HyperVerse – from HyperFraud to HyperNation
Today we removed the listing of HyperVerse and suspended all links. Further investigation shows that problems at HyperVerse are more profound than their SSL, and ISPs have blocked them as a scam site. Hyperverse is not the platform’s first Brand Name. From Varinda reporting in July.
“Hyperfund, Hyperverse, Hypertech, Hyperone, and HyperNation, all rebranded in the past months of a very large Ponzi scheme.”
A Ponzi scheme is where the investment appears to increase, but late investors pay the returns. Trustpilot is filling up with people that can’t withdraw their money.
The HyperVerse was a decentralised gaming Metaverse comprising of a virtual universe with millions of planets. Players, known as voyagers, could socialise, start businesses, and explore the universe. The HyperVerse was set in 2078 in a universe where humanity has entered the age of interstellar migration.
“There are about 1.5 million people in Hyperverse with an average membership outlay of about £1000. So there would be £1.5 billion in the pot!! Great, but we know the guy at the top has raked off the best part of a billion!

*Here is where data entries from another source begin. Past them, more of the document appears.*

-- Two roles without login. `slackwater_app` holds what the application may do; the login role of DATABASE_URL is made a
-- member of it by db/migrate.ts. `slackwater_definer` owns the few functions that must look past row-level security, and
-- has rights on exactly what those functions read and write. Roles belong to the cluster: another database may have made them.
do $$
begin
  if not exists (select from pg_roles where rolname = 'slackwater_app') then
    create role slackwater_app nologin nosuperuser nocreatedb nocreaterole nobypassrls;
  end if;
  if not exists (select from pg_roles where rolname = 'slackwater_definer') then
    create role slackwater_definer nologin nosuperuser nocreatedb nocreaterole nobypassrls;
  end if;
  -- an owner that is no superuser must be a member to hand functions over
  if not (select rolsuper from pg_roles where rolname = current_user) then
    execute format('grant slackwater_definer to %I', current_user);
  end if;
end
$$;

create schema app;
revoke all on schema public from public;
grant usage on schema public, app to slackwater_app, slackwater_definer;

-- The actor, as db/client.ts withScope set it for this transaction; null when nobody is acting.
create function app.user_id() returns uuid language sql stable set search_path = ''
  as $$ select nullif(current_setting('app.user_id', true), '')::uuid $$;
create function app.workspace_id() returns uuid language sql stable set search_path = ''
  as $$ select nullif(current_setting('app.workspace_id', true), '')::uuid $$;

-- The actor's role in a workspace; null for a stranger. Past row-level security, because the policies of memberships ask it.
create function app.role_in(p_workspace_id uuid) returns public.member_role language sql stable security definer set search_path = ''
  as $$ select role from public.memberships where workspace_id = p_workspace_id and user_id = app.user_id() $$;
create function app.role_here() returns public.member_role language sql stable set search_path = ''
  as $$ select app.role_in(app.workspace_id()) $$;

-- May the actor, if a student, copy this scenario: it is approved and not archived, or the actor's own.
create function app.is_open_to_student(p_scenario_id uuid) returns boolean language sql stable security definer set search_path = ''
  as $$
    select exists (
      select from public.scenarios
      where id = p_scenario_id and workspace_id = app.workspace_id()
        and (owner_id = app.user_id() or (approved_number is not null and archived_at is null)))
  $$;

-- Sign-in: the hash for one e-mail, nothing else, one row at most.
create function app.find_credential(p_email text) returns table (user_id uuid, user_name text, password_hash text)
  language sql stable security definer set search_path = ''
  as $$
    select u.id, u.name, c.password_hash
    from public.users u join public.credentials c on c.user_id = u.id
    where u.email = lower(p_email)
  $$;

-- Each request: who holds this session, if it is neither revoked nor expired. Notes the visit at most once a minute.
create function app.touch_session(p_token_hash text) returns table (session_id uuid, user_id uuid, user_name text, user_email text)
  language plpgsql volatile security definer set search_path = ''
  as $$
    begin
      update public.sessions s set last_seen_at = now()
      where s.token_hash = p_token_hash and s.revoked_at is null and s.expires_at > now() and s.last_seen_at < now() - interval '1 minute';
      return query
        select s.id, u.id, u.name, u.email
        from public.sessions s join public.users u on u.id = s.user_id
        where s.token_hash = p_token_hash and s.revoked_at is null and s.expires_at > now();
    end
  $$;

-- Signing out: ends the session that this token belongs to.
create function app.end_session(p_token_hash text) returns void
  language sql volatile security definer set search_path = ''
  as $$ update public.sessions set revoked_at = now() where token_hash = p_token_hash and revoked_at is null $$;

-- A share link: what it names and no more, and one opening counted. `status` says why there is nothing otherwise.
create function app.open_share_link(p_token_hash text)
  returns table (status text, title text, document jsonb, revision_number integer, label text, follows text, workspace_name text)
  language plpgsql volatile security definer set search_path = ''
  as $$
    declare
      link public.share_links;
    begin
      select * into link from public.share_links l where l.token_hash = p_token_hash for update;
      if not found then
        return query select 'unknown', null::text, null::jsonb, null::integer, null::text, null::text, null::text;
      elsif link.revoked_at is not null then
        return query select 'revoked', null::text, null::jsonb, null::integer, null::text, null::text, null::text;
      elsif link.expires_at <= now() then
        return query select 'expired', null::text, null::jsonb, null::integer, null::text, null::text, null::text;
      else
        update public.share_links l set opened_count = l.opened_count + 1, last_opened_at = now() where l.id = link.id;
        return query
          select 'open', s.title, r.document, r.number, link.label, case when link.revision_number is null then 'newest' else 'pinned' end, w.name
          from public.scenarios s
          join public.revisions r on r.scenario_id = s.id and r.number = coalesce(link.revision_number, s.newest_number)
          join public.workspaces w on w.id = s.workspace_id
          where s.id = link.scenario_id;
      end if;
    end
  $$;

-- Counts an attempt in a sliding window (this window's count, plus the part of the last one's that still reaches in) and says
-- whether it is within the limit. A refused attempt is not counted, so trying on does not lengthen the wait.
create function app.count_attempt(p_key text, p_window_s integer, p_limit integer) returns table (is_allowed boolean, retry_after_s integer)
  language plpgsql volatile security definer set search_path = ''
  as $$
    declare
      v_now double precision := extract(epoch from clock_timestamp());
      v_start double precision := floor(v_now / p_window_s) * p_window_s;
      v_elapsed double precision := (v_now - v_start) / p_window_s;
      v_here integer;
      v_before integer;
      v_is_allowed boolean;
    begin
      insert into public.rate_limits as r (key, window_start, attempt_count, stale_at)
      values (p_key, to_timestamp(v_start), 1, to_timestamp(v_start + 2 * p_window_s))
      on conflict (key, window_start) do update set attempt_count = r.attempt_count + 1
      returning r.attempt_count into v_here;
      select coalesce(sum(r.attempt_count), 0) into v_before from public.rate_limits r
      where r.key = p_key and r.window_start = to_timestamp(v_start - p_window_s);
      v_is_allowed := v_here + v_before * (1 - v_elapsed) <= p_limit;
      if not v_is_allowed then
        update public.rate_limits r set attempt_count = r.attempt_count - 1 where r.key = p_key and r.window_start = to_timestamp(v_start);
      end if;
      -- one call in a hundred sweeps what no longer counts
      if random() < 0.01 then
        delete from public.rate_limits r where r.stale_at < clock_timestamp();
      end if;
      return query select v_is_allowed, greatest(1, ceil(v_start + p_window_s - v_now))::integer;
    end
  $$;

-- Gives an attempt back: a sign-in that succeeded was no attack.
create function app.return_attempt(p_key text, p_window_s integer) returns void
  language sql volatile security definer set search_path = ''
  as $$
    update public.rate_limits set attempt_count = greatest(0, attempt_count - 1)
    where key = p_key and window_start = to_timestamp(floor(extract(epoch from clock_timestamp()) / p_window_s) * p_window_s)
  $$;

-- Only the application calls them; those that look past row-level security belong to the narrow role.
grant create on schema app to slackwater_definer;
do $$
declare
  f regprocedure;
begin
  for f in select p.oid::regprocedure from pg_proc p where p.pronamespace = 'app'::regnamespace loop
    execute format('revoke all on function %s from public', f);
    execute format('grant execute on function %s to slackwater_app, slackwater_definer', f);
    if (select prosecdef from pg_proc where oid = f) then
      execute format('alter function %s owner to slackwater_definer', f);
    end if;
  end loop;
end
$$;
revoke create on schema app from slackwater_definer;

The top few at the top of the tree have probably taken tens of millions; then there is the running cost. Sorry folks, but the pot has been emptied by the few at the expense of the many. That includes my girlfriend and me. We were told that the company did not want our money, only our customs and our rewards came from them. There is no external source, the only money in the system is what we, the customers, have put in, and that’s gone.”
Alan Davies Trustpilot
Now trading as HyperNation – hypernation.io. HyperNation is the latest iteration of HyperVerse in what is known as recycling the Ups. Any salesman will tell you it’s easier to sell to people you have already sold. They are hooked and do not want to believe they have lost their money. And so when there is a chance to recover the losses, people jump at it, only to lose again. Unfortunately, many people are so enamoured with the scheme they continue to pump money in and defend it. The scam is very slick, involves network marketing, a slick website and videos, and plays on the web 3.0 movement. The sad thing is Hyper* had all the elements to be successful, but greed has overtaken. If you are an investor, there is a Facebook group.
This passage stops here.